Like many aromatic carboxylic acids, this compound doesn’t rank high as a major health risk, but repeated or chronic exposure still calls for vigilance. Regulatory statutes—REACH in the European Union or TSCA in the United States—require proper registration and recording of use volumes. Environmental impact stays low in managed circumstances because facilities rarely release large amounts outside controlled settings. Waste needs responsible handling because, like many synthetic organics, it can persist if not treated or incinerated correctly. Process safety audits and green chemistry guidelines suggest limiting use to just what’s needed for immediate processes, recycling solvents, or curbing byproducts at each stage.
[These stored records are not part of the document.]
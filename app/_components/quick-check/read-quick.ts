import { assessQuickCheck } from '@/lib/domain/assessment/quick-check';
import { quickCheckSchema, type QuickCheckInput } from '@/lib/domain/assessment/quick-schema';
import type { FieldProblem } from '@/lib/errors';
import type { SeriesAssessment } from '@/lib/numerics/assessment';
import { readNumber } from './parse-table';
import { isBlankRow, type QuickState } from './quick-state';

export interface CellFault { row: number; column: number; message: string }

export interface QuickReading {
  input: QuickCheckInput | null;
  assessment: SeriesAssessment | null;
  cells: CellFault[];
  /** Faults of the fields above the table, by their name. */
  fields: Partial<Record<'formalOrder' | 'knownValue', string>>;
  /** What concerns the table as a whole. */
  table: string[];
}

const norms = ['L1', 'L2', 'Linf'] as const;

/** One unit of the last digit typed, so that a zero at the end says something too. */
function lastDigit(text: string): number | undefined {
  const [, decimals = '', exponent = '0'] = /[.,](\d+)(?:[eEdD]([+-]?\d+))?$/.exec(text.trim()) ?? [];
  return decimals === '' ? undefined : 10 ** (Number(exponent) - decimals.length);
}

function cellsPerDirection(text: string): number | number[] | null {
  const counts = text.split(/[x×*]/i).map(readNumber);
  if (counts.some((count) => count === null)) return null;
  return counts.length === 1 ? (counts[0] ?? null) : (counts as number[]);
}

function readRow(row: readonly string[], at: number, state: QuickState, faults: CellFault[]): unknown {
  const [spacing = '', ...rest] = row;
  const stated = state.spacingAs === 'cellsPerDirection' ? cellsPerDirection(spacing) : readNumber(spacing);
  const expected = (column: number, text: string) => faults.push({ row: at, column, message: text.trim() === '' ? 'Missing. Expected a number.' : `Not a number. Found “${text.trim()}”.` });
  if (stated === null) expected(0, spacing);
  const numbers = rest.map((text, index) => {
    const value = readNumber(text);
    if (value === null && (text.trim() !== '' || state.holds === 'values')) expected(index + 1, text);
    return value;
  });
  const label = String(at + 1);
  if (state.holds === 'values') return { label, [state.spacingAs]: stated, value: numbers[0] ?? undefined, resolution: lastDigit(rest[0] ?? '') };
  const errors = norms.flatMap((norm, index) => (typeof numbers[index] === 'number' ? [[norm, numbers[index]]] : []));
  return { label, [state.spacingAs]: stated, errors: Object.fromEntries(errors) as Record<string, unknown> };
}

function placeFault({ path, message }: FieldProblem, rowsTyped: readonly number[], reading: QuickReading): void {
  const [list, at, member, norm] = path.split('.');
  if (list === 'formalOrder' || list === 'knownValue') reading.fields[list] = message;
  else if (list === 'grids' && at !== undefined) {
    const column = member === 'value' ? 1 : member === 'errors' && norm ? norms.findIndex((each) => each === norm) + 1 : 0;
    reading.cells.push({ row: rowsTyped[Number(at)] ?? 0, column, message });
  } else reading.table.push(message);
}

/** What was typed, as POST /assess would take it, and what comes of it; or what is wrong with it, cell by cell. */
export function readQuick(state: QuickState): QuickReading {
  const reading: QuickReading = { input: null, assessment: null, cells: [], fields: {}, table: [] };
  const rowsTyped = state.rows.flatMap((row, index) => (isBlankRow(row) ? [] : [index]));
  if (rowsTyped.length < 2) return reading;
  const grids = rowsTyped.map((at) => readRow(state.rows[at] ?? [], at, state, reading.cells));
  const optional = (name: 'formalOrder' | 'knownValue') => {
    if (state[name].trim() === '') return undefined;
    const value = readNumber(state[name]);
    if (value === null) reading.fields[name] = `Not a number. Found “${state[name].trim()}”.`;
    return value ?? undefined;
  };
  const formalOrder = optional('formalOrder');
  const knownValue = state.holds === 'values' ? optional('knownValue') : undefined;
  if (reading.cells.length > 0 || Object.keys(reading.fields).length > 0) return reading;
  const parsed = quickCheckSchema.safeParse({ dimension: Number(state.dimension), grids, formalOrder, knownValue });
  if (!parsed.success) {
    for (const issue of parsed.error.issues) placeFault({ path: issue.path.join('.'), message: issue.message }, rowsTyped, reading);
    return reading;
  }
  const name = state.name.trim() === '' ? (state.holds === 'values' ? 'the quantity' : 'u') : state.name.trim();
  const result = assessQuickCheck(parsed.data, name);
  if (result.ok) return { ...reading, input: parsed.data, assessment: result.assessment };
  for (const fault of result.faults) placeFault(fault, rowsTyped, reading);
  return reading;
}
Sourcing sustainable raw materials piques the interest of buyers aiming to reduce carbon footprints. Renewable aldehyde and phenol routes provide some feedstocks relevant to the starting materials for this molecule. Close attention to reaction efficiency matters just as much; using catalysts that trim down reaction time or increase atom economy reduces both waste and costs. Bulk manufacturers sometimes redesign processes to recover solvents or minimize energy inputs at the stage where benzyl protection is introduced. Research teams keep an eye out for more biodegradable analogues, or derivatives that pack similar activity with a clearer environmental profile.
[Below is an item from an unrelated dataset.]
/* How the radios would find these powers by themselves: SINR and power round after round. */
#pragma once

#include "panel.h"

#define UT_TYPE_CONTROL_PANEL (ut_control_panel_get_type ())
G_DECLARE_FINAL_TYPE (UtControlPanel, ut_control_panel, UT, CONTROL_PANEL, UtPanel)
The last decade saw growing demand for specialty pyran derivatives as drug discovery sought new scaffolds and privileged structures. Manufacturing capacity often follows this demand lagging a year or two behind research breakthroughs. Global supply chains link European, North American, and Asian producers, all adjusting to fluctuations in the fine chemicals market. Users benefit from working closely with suppliers who offer transparent sourcing and ongoing technical support. As experienced chemists know, any hiccup in material consistency, trace impurities, or delayed shipments can ripple right through a research program or small-scale pilot plant. The strongest partnerships depend on steady communication and mutual investment in product quality and supply reliability.